Work request
Calculate how many lines of the data hold "asarray". The answer consists of that number only.

┌────────

def _measure(models, pidx, s, f, T, per, counter, flags):
    """Bisect both edges and run the order measurement for the strains ``pidx`` (fills ``per``)."""
    from ..qmc.scaling import job_seed, run_many

    sizes = s["sizes"]
    nL = len(sizes)

    def kw(p, L, sweeps):
        counter[0] += 1
        return {"size": (L, L), "T": float(T[p]), "sweeps": int(sweeps), "bins": int(s["bins"]),
                "thermalization": s["thermalization"] or max(int(sweeps) // 2, 100), "seed": job_seed(s["seed"], counter[0])}

    def run(points, sweeps, edge=True):
        """points: list of (p, a, mu) -> list of QMCResult (one process pool for all). A run that did
        not decorrelate (edge runs: the filling; order runs: any observable) is repeated once with
        ``retry`` x the sweeps (fresh seed; all repeats in one pool) and replaced by the repeat."""
        jobs = [(models[p].replace(mu=float(mu)), kw(p, sizes[a], sweeps)) for p, a, mu in points]
        res = run_many(jobs, s["workers"])
        bad = [i for i, r in enumerate(res) if not (r.filling.decorrelated if edge else r.decorrelated)]
        if bad and int(s["retry"]) > 1:
            again = run_many([(jobs[i][0], kw(points[i][0], sizes[points[i][1]], int(s["retry"]) * sweeps))
                              for i in bad], s["workers"])
            for i, r in zip(bad, again):
                res[i] = r
            counter[1] += len(bad)
        return res

    # -- one bracket [c - span V, c + span V] around the t = 0 plateau centre for both edges
    idx = [(int(p), a) for p in pidx for a in range(nL)]
    target = {}
    br = {}
    for p, a in idx:
        c, v = _centre(models[p])
        Ns = sizes[a] ** 2
        N = round(f * Ns)
        target[(p, a, 0)] = (N - 0.5) / Ns
        target[(p, a, 1)] = (N + 0.5) / Ns
        br[(p, a, 0)] = [c - s["span"] * v, c + s["span"] * v]
        br[(p, a, 1)] = [c - s["span"] * v, c + s["span"] * v]
    meas = {}  # (p, a, mu) -> QMCResult
    pts = sorted({(p, a, mu) for (p, a, e), b in br.items() for mu in b})
    for (p, a, mu), r in zip(pts, run(pts, s["sweeps"])):
        meas[(p, a, mu)] = r
    n_of = lambda p, a, mu: meas[(p, a, mu)].filling.value  # noqa: E731
    for key, (lo, hi) in br.items():
        p, a, e = key
        if not (n_of(p, a, lo) <= target[key] <= n_of(p, a, hi)):
            flags.append(f"strain #{p}, L={sizes[a]}: {'lower' if e == 0 else 'upper'} edge not bracketed by "
                         f"mu in [{lo:.4g}, {hi:.4g}] (n = {n_of(p, a, lo):.4f} .. {n_of(p, a, hi):.4f})")
    for _ in range(int(s["rounds"])):
        mids = {key: 0.5 * sum(b) for key, b in br.items()}
        pts = sorted({(k[0], k[1], m) for k, m in mids.items() if (k[0], k[1], m) not in meas})
        for (p, a, mu), r in zip(pts, run(pts, s["sweeps"])):
            meas[(p, a, mu)] = r
        for key, m in mids.items():
            p, a, _ = key
            if n_of(p, a, m) < target[key]:
                br[key][0] = m
            else:
                br[key][1] = m
    for key, (lo, hi) in br.items():
        p, a, e = key
        r1, r2 = meas[(p, a, lo)], meas[(p, a, hi)]
        x, sx = _edge_from_pair(lo, r1.filling.value, r1.filling.error, hi, r2.filling.value, r2.filling.error,
                                target[key])
        if not (r1.filling.decorrelated and r2.filling.decorrelated):  # the edge uses the filling only
            flags.append(f"strain #{p}, L={sizes[a]}: {'lower' if e == 0 else 'upper'} edge from a filling that is "
                         "not decorrelated: not reported")
            x = sx = math.nan
        name = "mu_lo" if e == 0 else "mu_hi"
        per[name][p, a] = x
        # one sigma: the statistical error of the interpolation combined with the bracket resolution
        # (the edge lies somewhere in [lo, hi]: uniform, (hi - lo)/sqrt(12)); a step whose slope is not
        # resolved (fillings without fluctuations) then still has an honest error
        per[f"{name}_error"][p, a] = math.hypot(sx if np.isfinite(sx) else 0.0, (hi - lo) / math.sqrt(12.0))
        per["resolution"][p, a] = hi - lo
    for p, a in idx:
        per["width"][p, a] = per["mu_hi"][p, a] - per["mu_lo"][p, a]
        per["width_error"][p, a] = math.hypot(per["mu_lo_error"][p, a], per["mu_hi_error"][p, a])
    # -- order at filling f: one longer run per size at the middle of the edges
    pts = []
    for p, a in idx:
        mid = 0.5 * (per["mu_lo"][p, a] + per["mu_hi"][p, a])
        if not np.isfinite(mid):
            mid = _centre(models[p])[0]
        pts.append((p, a, float(mid)))
    for (p, a, mu), r in zip(pts, run(pts, s["order_sweeps"], edge=False)):
        if not r.decorrelated:
            flags.append(f"strain #{p}, L={sizes[a]}: order run at mu = {mu:.4g} not decorrelated "
                         f"({'; '.join(r.flags)}): not reported")
            continue
        for k in ("S(K)/N", "binder", "stiffness", "filling"):
            if k in r.estimates:
                per[k][p, a], per[f"{k}_error"][p, a] = r.estimates[k].value, r.estimates[k].error


def _extrapolations(per, sizes):
    """L -> inf: edges and width linear in 1/N, S(K)/N and stiffness in 1/L; the width also in 1/L."""
    from ..qmc.scaling import extrapolate

    P = per["width"].shape[0]
    Ns = np.array([L * L for L in sizes], float)
    Ls = np.array(sizes, float)
    ext, extL = {}, {}
    for k, x, power in (("mu_lo", Ns, 1.0), ("mu_hi", Ns, 1.0), ("width", Ns, 1.0), ("S(K)/N", Ls, 1.0),
                        ("stiffness", Ls, 1.0)):
        ext[k], ext[f"{k}_error"] = np.full(P, np.nan), np.full(P, np.nan)
        for p in range(P):
            y, e = per[k][p], per[f"{k}_error"][p]
            ok = np.isfinite(y) & np.isfinite(e)
            if ok.sum() >= 2:
                d = extrapolate(x[ok], y[ok], np.maximum(e[ok], 1e-12), power)
                ext[k][p], ext[f"{k}_error"][p] = d["value"], d["error"]
    extL["width"], extL["width_error"] = np.full(P, np.nan), np.full(P, np.nan)
    for p in range(P):
        y, e = per["width"][p], per["width_error"][p]
        ok = np.isfinite(y)
        if ok.sum() >= 2:
            d = extrapolate(Ls[ok], y[ok], np.maximum(e[ok], 1e-12), 1.0)
            extL["width"][p], extL["width_error"][p] = d["value"], d["error"]
    return ext, extL


def to_record(step: QMCStep, spec, fraction, nsigma: float = 2.0):
    from .record import StepRecord

    P = len(step.T)
    e = step.extrap
    exists = np.where(np.isfinite(e["width"]), e["width"] - nsigma * e["width_error"] > 0, False)
    conv = step.computed & np.isfinite(e["width"])
    order = {"S(K)/N": e["S(K)/N"], "stiffness": e["stiffness"], "T": step.T}
    errors = {"mu_lo": e["mu_lo_error"], "mu_hi": e["mu_hi_error"], "width": e["width_error"],
              "S(K)/N": e["S(K)/N_error"], "stiffness": e["stiffness_error"]}
    for a, L in enumerate(step.sizes):
        for k in ("mu_lo", "mu_hi", "width", "S(K)/N", "binder", "stiffness"):
            order[f"{k}_L{L}"] = step.per_size[k][:, a]
            errors[f"{k}_L{L}"] = step.per_size[f"{k}_error"][:, a]
    flags = [[] for _ in range(P)]
    for p in range(P):
        if not step.computed[p]:
            flags[p].append(f"not computed (qmc every = {step.settings['every']}: every other strain of the path)")
    for fl in step.flags:
        if fl.startswith("strain #"):
            p = int(fl.split("#")[1].split(",")[0])
            flags[p].append(fl.split(", ", 1)[1])  # "L=6: lower edge ..." (the strain is the record's index)
    sizes = "+".join(f"{L}x{L}" for L in step.sizes)
    return StepRecord(
        method=spec.name, fraction=fraction, sharp=True, mu_lo=e["mu_lo"], mu_hi=e["mu_hi"], width=e["width"],
        exists=exists, converged=conv, order=order, errors=errors, flags=flags,
        info={"cluster": sizes, "n_sites": int(max(step.sizes) ** 2), "N": int(round(step.fraction * max(step.sizes) ** 2)),
              "edges": ("QMC: mu where <N> crosses N -+ 1/2 on each L x L torus at low T (-> canonical mu-+(N)), "
                        f"extrapolated linearly in 1/N over {sizes}; width = mu_hi - mu_lo (L -> inf)"),
              "sizes": list(step.sizes), "T": step.T.tolist(), "settings": {k: v for k, v in step.settings.items()},
              "runs": step.runs},
        detail=step)


@dataclass
class QMCCritical(CriticalResult):
    """Critical strain of qmc: root of the extrapolated width with statistical and finite-size errors.

    ``reason`` says why there is no root when ``status == "none"``: ``"open"`` (the plateau is
    resolved, width > 2 sigma, at every strain where its width was determined), ``"closed"`` (at
    none of them: the closing lies below the first), ``"unresolved"`` (resolved, then compatible
    with zero, without a resolved sign change), ``"undetermined"`` (fewer than two strains with a
    width). A sign change counts only when its positive side is a resolved plateau. ``undetermined`` lists the computed strains whose width is NaN (an edge or order
    value from a run that did not decorrelate: not measured, *not* "no plateau").
    """

    stat_error: float | None = None
    fss_error: float | None = None
    sizes: tuple = ()
    alt_root: float | None = None
    binder_crossing: dict = field(default_factory=dict)
    temperatures: tuple = ()
    reason: str = ""
    undetermined: list = field(default_factory=list)
    interval: tuple | None = None

    def to_dict(self) -> dict:
        d = super().to_dict()
        d.update(stat_error=self.stat_error, fss_error=self.fss_error, sizes=list(self.sizes), alt_root=self.alt_root,
                 binder_crossing=self.binder_crossing, temperatures=list(self.temperatures), reason=self.reason,
                 undetermined=list(self.undetermined), interval=list(self.interval) if self.interval else None)
        return d

    def summary(self) -> str:
        sz = ", ".join(f"{L}x{L} ({L * L} sites)" for L in self.sizes)
        Ts = f"T = {min(self.temperatures):.3g}..{max(self.temperatures):.3g} {self.unit}" if self.temperatures else ""
        head = f"{self.method}: quantum Monte Carlo on {sz}, {Ts}, extrapolated to L -> inf"
        st = f"{self.stat_error:.2g}" if self.stat_error is not None else "? (resampling found no root)"
        S = np.asarray(self.strains, float)
        H = np.asarray(self.values, float)
        ok = np.isfinite(H)
        if self.status == "found":
            s = (f"{head}: critical strain {self.strain_c:.4g} ± {st} (statistical)"
                 + (f" ± {self.fss_error:.2g} (finite size: 1/N vs 1/L extrapolation)" if self.fss_error is not None else ""))
        elif self.status == "bracket":
            s = (f"{head}: critical strain between {self.bracket[0]:.4g} and {self.bracket[1]:.4g} (the 1/N and 1/L "
                 f"extrapolations disagree beyond their statistical errors; statistical ± {st})")
        elif self.reason == "closed":
            first = float(S[ok][0])
            below = S[~ok & (S < first)]
            s = (f"{head}: the extrapolated {self.fraction} plateau width is not resolved (<= 2 sigma, compatible "
                 f"with a closed plateau) at any computed strain where it was determined (from strain {first:.4g}, "
                 f"width {H[ok][0]:.3g} {self.unit}): the plateau closes "
                 + (f"below strain {first:.4g}, where the width was not determined (strains "
                    f"{', '.join(f'{x:.4g}' for x in below)})" if len(below) else "at or before the start of the table"))
        elif self.reason == "open":
            c = self.closest
            s = (f"{head}: the extrapolated {self.fraction} plateau width is resolved (> 2 sigma) at every computed "
                 f"strain where it was determined: it does not close inside the table (smallest "
                 f"{c['value']:.3g} {self.unit} at strain {c['strain']:.4g})")
        elif self.reason == "unresolved":
            s = (f"{head}: the extrapolated {self.fraction} plateau width falls from resolved (> 2 sigma) to values "
                 "compatible with zero without a resolved sign change: no critical strain; run longer or larger "
                 "(--qmc sweeps=... --qmc sizes=6+9+12)")
        else:
            s = (f"{head}: the {self.fraction} plateau width was determined at fewer than two computed strains "
                 "(runs not decorrelated, see flags): no critical strain; run longer (--qmc sweeps=...)")
        if self.status != "none" and self.interval is not None and self.undetermined:
            gap = [x for x in self.undetermined if self.interval[0] < x < self.interval[1]]
            if gap:
                s += (f" [interpolated between strains {self.interval[0]:.4g} and {self.interval[1]:.4g}: width not "
                      f"determined at {', '.join(f'{x:.4g}' for x in gap)}]")
        if self.t_over_V_c is not None and self.status != "none":
            s += f" (t/V = {self.t_over_V_c:.4g})"
        bc = self.binder_crossing
        if bc.get("value") is not None:
            s += f"; Binder crossing of S(K) at filling {self.fraction}: {bc['text']}"
        return s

└────────

Answer section
2